Prove $\beta \vdash \alpha \rightarrow \beta$ using Cut, DT, IE, RAA and PIP How am I proving this from Machover's text using Cut, DT, IE, RAA, and PIP. Does it involve using (i) $\lnot\alpha \vdash \alpha \rightarrow \beta$? For (i) I assumed $\lnot\alpha and \alpha$ then using IE to introduce $\beta$ and DT to finish off but here I don't know how to reach cleaner end form I've tried assuming $\lnot\alpha$ and referring to (i) to get the conditional but how do I get rid of $\lnot\alpha$ to end in a form I can use DT on $\beta$ 
CUT: $\alpha \vdash \beta$ and $\beta \vdash \phi$ then $\alpha \vdash \phi$
DT: $\phi, \alpha \vdash \beta$ then $\phi \vdash \alpha \rightarrow \beta$
IE: $\Gamma \vdash$ then $\Gamma \vdash \beta$
RAA: $\Gamma, \alpha \vdash$ then $\Gamma \vdash \lnot\alpha$
PIP: $\Gamma, \lnot\alpha\vdash$ then $\Gamma\vdash\alpha$
 A: The proof presupposes a deducibility relation [see page 117] for which the basic properties hold.
In addition, we assume to have the Deduction Theorem available (as well as some additional rules).
See Problem 7.4 [page 124] :

Let $\vdash^*$ be the deducibility relation in a calculus that has modus ponens as a - not necessarily sole - rule of inference.
Show that if $\text {Cut}$ and $\text {DT}$ hold for $\vdash^*$, then $\vdash^* \alpha \to (\beta \to \alpha)$ [...].

Thus :

$\alpha, \beta \vdash^* \alpha$;

$\beta \vdash^* \alpha \to \beta$ --- from 1) by $\text {DT}$.
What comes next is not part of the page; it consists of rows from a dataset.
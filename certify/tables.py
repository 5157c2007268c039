"""``certify table CERT… --format latex|markdown|csv``: accepted certificates as a table for a paper.

One row per curve (its torsion and isogeny-class certificates share the row, matched by the curve's
coefficients as given): the curve as a Weierstrass equation, E(Q)_tors as Z/n1Z × Z/n2Z, the size of
the isogeny class and the sorted degrees of the cyclic isogenies from the curve to its members, and
the digest of each certificate (short in LaTeX and Markdown, full in CSV). Only certificates the
verifier accepts are tabulated. The LaTeX needs the ``amsmath`` and ``amssymb`` packages alone.
"""
from __future__ import annotations

import csv
import io

from certify.verifier.digest import short
from certify.verifier.report import class_facts, equation, group_name

FORMATS = ("latex", "markdown", "csv")
KINDS = {"certify-torsion": "torsion", "certify-isogeny-class": "class"}


def table_rows(certificates) -> list:
    """[{"curve", "torsion", "torsion digest", "class size", "degrees", "class digest"}] from
    (name, certificate, verdict) triples, one row per curve in order of first appearance; absent
    facts are None."""
    rows = {}
    for _, cert, verdict in certificates:
        row = rows.setdefault(tuple(cert["curve"]), {"curve": cert["curve"], "torsion": None, "torsion digest": None,
                                                      "class size": None, "degrees": None, "class digest": None})
        kind = KINDS[cert["format"]]
        row[f"{kind} digest"] = verdict["digest"]
        if kind == "torsion":
            row["torsion"] = [int(n) for n in cert["claim"]["invariants"]]
        else:
            row["class size"], row["degrees"] = class_facts(cert)
    return list(rows.values())


def latex_coefficient(value, monomial: str) -> str:
    """A positive coefficient in LaTeX: 2, \\tfrac{1}{3}."""
    return str(value) if value.denominator == 1 else f"\\tfrac{{{value.numerator}}}{{{value.denominator}}}"


def latex_group(invariants) -> str:
    """\\mathbb{Z}/2\\mathbb{Z} \\times \\mathbb{Z}/4\\mathbb{Z}; 0 for the trivial group."""
    return " \\times ".join(f"\\mathbb{{Z}}/{n}\\mathbb{{Z}}" for n in invariants) or "0"


def _cells(row: dict, group, curve, digest, missing: str) -> list:
    """The five displayed cells of a row, with the format's writers for group, curve and digest."""
    digests = [digest(row[key]) for key in ("torsion digest", "class digest") if row[key]]
    return [curve(row["curve"]),
            missing if row["torsion"] is None else group(row["torsion"]),
            missing if row["class size"] is None else str(row["class size"]),
            missing if row["degrees"] is None else ", ".join(map(str, row["degrees"])),
            ", ".join(digests)]


def latex(rows: list, document: bool) -> str:
    """A tabular (or, with ``document``, a whole article that compiles with pdflatex)."""
    lines = ["% certify table: digests are the first 12 hex digits of each certificate's SHA-256 digest",
             "\\begin{tabular}{lllll}", "\\hline",
             "$E$ & $E(\\mathbb{Q})_{\\mathrm{tors}}$ & class size & degrees & certificate digests \\\\", "\\hline"]
    for row in rows:
        cells = _cells(row, lambda n: f"${latex_group(n)}$", lambda a: f"${equation(a, latex_coefficient)}$",
                       lambda d: f"\\texttt{{{short(d)}}}", "--")
        lines.append(" & ".join(cells) + " \\\\")
    lines += ["\\hline", "\\end{tabular}"]
    if document:
        lines = ["\\documentclass{article}", "\\usepackage{amsmath,amssymb}", "\\begin{document}",
                 *lines, "\\end{document}"]
    return "\n".join(lines) + "\n"


def markdown(rows: list) -> str:
    """A pipe table; equations and digests in code spans so that Markdown leaves them alone."""
    lines = ["| curve | E(Q)_tors | class size | degrees | certificate digests |", "| --- | --- | --- | --- | --- |"]
    for row in rows:
        cells = _cells(row, group_name, lambda a: f"`{equation(a)}`", lambda d: f"`{short(d)}`", "—")
        lines.append("| " + " | ".join(cells) + " |")
    return "\n".join(lines) + "\n"


CSV_COLUMNS = ("curve", "coefficients", "torsion", "torsion_invariants", "class_size", "degrees",
               "torsion_digest", "class_digest")


def comma_separated(rows: list) -> str:
    """CSV with the columns CSV_COLUMNS; lists as '[2,4]', full digests, empty cells for absent facts."""
    out = io.StringIO()
    writer = csv.writer(out, lineterminator="\n")
    writer.writerow(CSV_COLUMNS)
    for row in rows:
        listed = lambda values: "" if values is None else "[" + ",".join(map(str, values)) + "]"
        writer.writerow([equation(row["curve"]), listed(row["curve"]),
                         "" if row["torsion"] is None else group_name(row["torsion"]), listed(row["torsion"]),
                         "" if row["class size"] is None else row["class size"], listed(row["degrees"]),
                         row["torsion digest"] or "", row["class digest"] or ""])
    return out.getvalue()


def render(certificates, form: str, document: bool = False) -> str:
    """The table of the accepted certificates in the format ``form`` (one of FORMATS)."""
    rows = table_rows(certificates)
    if form == "latex":
        return latex(rows, document)
    return markdown(rows) if form == "markdown" else comma_separated(rows)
With a further application of $\text {DT}$ we will have $\vdash^* \beta \to (\alpha \to \beta)$, i.e. Axiom scheme i of $\vdash_0$ system [ref. page 117].
Finally consider Problem 8.18 [page 128], where system $\vdash^*$ has modus ponens as well as $\text {Cut}, \text {DT}, \text {IE}$ and $\text {PIP}$. The problem asks to derive Peirce's law, that amounts to conclude the proof that the system $\vdash^*$ is complete for classical logic.